Learning at multiple levels
Visual perceptual learning occurs across different primary representations of the training stimuli. Here we consider three levels based on the primary representation of the training stimuli: single-feature tasks related to low-level vision, pattern tasks related to mid-level vision, and objects or natural scene tasks that involve high-level vision.
A vast majority of studies have investigated low-level tasks with judgments based on a single feature of the stimuli, coded in early visual cortical areas. Gabors, which mimic the receptive field of V1 neurons, are used in many studies in two-interval or two-alternative forced-choice tasks (Fig. 2a). Learning in these tasks has been observed in detection,38 contrast discrimination,69 color contrast discrimination,70 orientation discrimination in no noise71 or external noise9, spatial frequency discrimination,72 phase discrimination,6 acuity73 and hyperacuity [G] tasks8,48. Substantial learning, sometimes improving performance by a factor of two or more in sensitivity (d′) or threshold reduction, has been observed after hundreds of trials of training. Relatively few cases have documented no learning; these tasks involve dominant forms of stimulus features such as vertical and horizontal (rather than oblique) orientations and stimulus presentation in the fovea (rather than the periphery).16,32 The magnitude of learning is often greater when the stimuli are of high than low spatial frequency, presented in high external noise than in no external noise, or when the task is carried out in peripheral vision.3,10,32,38 Because the representations of the individual features exist in the visual system prior to perceptual learning, accounts of low-level perceptual learning posit that the relevant representations for the task are either enhanced and/or selected and their weights or read-out optimized in perceptual decision (Box 1).3
Box 1. The Integrated Reweighting Theory.
The visual system can be construed as a multi-layer hierarchical network.190 Visual inputs (see image) are initially represented in multiple feature maps in early visual cortical areas, each of which characterizes local properties of the visual input, including orientation, spatial frequency, phase, color, disparity, and local motion. These feature maps are further processed in each local region. Then features from different maps are integrated to generate feature-invariant representations, and further integrated across spatial locations to generate location invariant representations.

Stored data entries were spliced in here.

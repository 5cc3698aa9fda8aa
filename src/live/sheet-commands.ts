import { useCallback, useMemo, useSyncExternalStore } from 'react';
import type { Clip } from '#shared/circuit/clip';
import type { DrawnKind, DrawnPart, PartId, Wire, WireEnd, WireId } from '#shared/circuit/drawing';
import {
  addPart,
  connect,
  connectToWire,
  placeParts,
  remove,
  setBends,
  setReference,
  setTemperature,
  setValues,
} from '#shared/doc/commands';
import { type Inserted, insertClip } from '#shared/doc/insert-clip';
import { equalise, type Matched, matchParts, unmatchParts } from '#shared/doc/match';
import { type ReadingOrder, renumber } from '#shared/doc/renumber';
import type { ValueChanges } from '#shared/doc/write-values';
import type { Carry } from '#shared/geometry/carry';
import type { GridPoint, Place } from '#shared/geometry/place';
import type { Room } from './room';

/** Everything a person can do to a drawing; each call is one undo step, and none does anything where they may only look. */
export type SheetCommands = {
  readonly canEdit: boolean;
  addPart(kind: DrawnKind, place: Place, values?: DrawnPart['values']): PartId | undefined;
  connect(from: WireEnd, to: WireEnd): void;
  connectToWire(from: WireEnd, wire: Wire, at: GridPoint): void;
  /** Corners of one's own choice for a wire; none lets it find its own way. */
  setBends(wire: WireId, bends: readonly GridPoint[]): void;
  placeParts(places: ReadonlyMap<PartId, Place>): void;
  remove(parts: ReadonlySet<PartId>, wires: ReadonlySet<WireId>): void;
  /** SI base units; null takes the value away. */
  setValue(part: DrawnPart, name: string, value: unknown): void;
  /** Several values of one part, or the same of many, in one step. */
  setValues(changes: ReadonlyMap<PartId, ValueChanges>): void;
  setReference(part: DrawnPart, ref: string): { ok: true } | { ok: false; reason: string };
  setTemperature(celsius: number): void;
  insertClip(clip: Clip, carry: Carry): Inserted;
  /** Of the parts given, or of all; how many have another reference now. */
  renumber(order: ReadingOrder, parts?: ReadonlySet<PartId>): number;
  /** Keeps the values of parts of one kind equal, as a new group or in the one of that name. */
  matchParts(parts: ReadonlySet<PartId>, name?: string): Matched | undefined;
  unmatchParts(parts: ReadonlySet<PartId>): void;
  /** Gives a part's values to the rest of its group. */
  equalise(part: PartId): void;
  undo(): void;
  redo(): void;
  readonly canUndo: boolean;
  readonly canRedo: boolean;
};

const ONLY_LOOKING = {
  ok: false,
  reason: 'You may only look at this sheet: ask an owner for the designer role.',
} as const;

export function useSheetCommands(room: Room, canEdit: boolean): SheetCommands {
  const { doc, undo } = room;
  const subscribe = useCallback(
    (listener: () => void) => {
      const events = ['stack-item-added', 'stack-item-popped', 'stack-cleared'] as const;
      for (const event of events) undo.on(event, listener);
      return () => {
        for (const event of events) undo.off(event, listener);
      };
    },
    [undo],
  );
  const canUndo = useSyncExternalStore(subscribe, () => undo.canUndo()) && canEdit;
  const canRedo = useSyncExternalStore(subscribe, () => undo.canRedo()) && canEdit;
  return useMemo((): SheetCommands => {
    /** Runs a change as an undo step of its own. */
    const step = <T>(change: () => T): T | undefined => {
      if (!canEdit) return undefined;
      undo.stopCapturing();
      return change();
    };
    const newId = () => crypto.randomUUID();
    return {
      canEdit,
      canUndo,
      canRedo,
      addPart: (kind, place, values) => step(() => addPart(doc, kind, place, newId, values)),
      connect: (from, to) => void step(() => connect(doc, from, to, newId)),
      connectToWire: (from, wire, at) => void step(() => connectToWire(doc, from, wire, at, newId)),
      setBends: (wire, bends) => void step(() => setBends(doc, wire, bends)),
      placeParts: (places) => void step(() => placeParts(doc, places)),
      remove: (parts, wires) => void step(() => remove(doc, parts, wires)),
      setValue: (part, name, value) => void step(() => setValues(doc, new Map([[part.id, { [name]: value }]]))),
      setValues: (changes) => void step(() => setValues(doc, changes)),
      setReference: (part, ref) => step(() => setReference(doc, part, ref)) ?? ONLY_LOOKING,
      setTemperature: (celsius) => void step(() => setTemperature(doc, celsius)),
      insertClip: (clip, carry) => step(() => insertClip(doc, clip, carry, newId)) ?? ONLY_LOOKING,
      renumber: (order, parts) => step(() => renumber(doc, order, parts)) ?? 0,
      matchParts: (parts, name) => step(() => matchParts(doc, parts, name)),
      unmatchParts: (parts) => void step(() => unmatchParts(doc, parts)),
      equalise: (part) => void step(() => equalise(doc, part)),
      undo: () => void step(() => undo.undo()),
      redo: () => void step(() => undo.redo()),
    };
  }, [doc, undo, canEdit, canUndo, canRedo]);
}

All feature maps are directly connected to regions that conduct perceptual decision (only the connections between the location invariant representations to decision are shown in the image). The connections between different layers are bi-directional. There could also be recurrent connections within each feature map.
In the integrated reweighting theory, visual perceptual learning optimizes connection weights between layers of the hierarchical network and between each layer and perceptual decision without altering the initial feature maps. The weights are changed using an augmented Hebbian learning rule,26,127 based on the co-activation between connected regions and external feedback when available. In addition, the rate of weight change can be affected by attention and reward.3
In this framework, the extent of specificity and transfer depends on the degree of overlap and compatibility of connections for the training and transfer tasks. When stimuli in the training and transfer tasks in different locations (or with different features) are separately represented by location-specific (or feature-specific) regions, reweighting the connections from the representation of the stimuli to decision during training does not change the connections for the transfer task, leading to location (or feature) specificity. When stimuli in the training and transfer tasks in different locations (or with different features) are represented by the same location-invariant (or feature-invariant) region, reweighting the connections from the representation of the stimuli to decision during training changes the connections for the transfer task, leading to positive location (or feature) transfer if the two tasks are compatible and negative location (or feature) transfer if they are incompatible. If training and transfer tasks involve both location-specific (or feature-specific) and location-invariant (or feature-invariant) representations, partial specificity and partial transfer would occur.
Mid-level visual perceptual learning tasks use patterns composed of simple visual features. Although the simple visual features are processed in early visual cortical areas, mid-level visual cortical areas are involved in integrating or segregating them into patterns.74 For example, in a same-or-different compound grating judgment task (Fig. 2b),75 two component sinewave gratings with different spatial frequencies and orthogonal orientations are superimposed to form a plaid. In each trial, either the same plaid or two that differ in spatial frequency of one of the component gratings are presented in two intervals and the observer is asked to indicate if the two plaids are the same or different. Other mid-level tasks include discriminating between textures4 and indicating the dominant motion direction of moving random dots7.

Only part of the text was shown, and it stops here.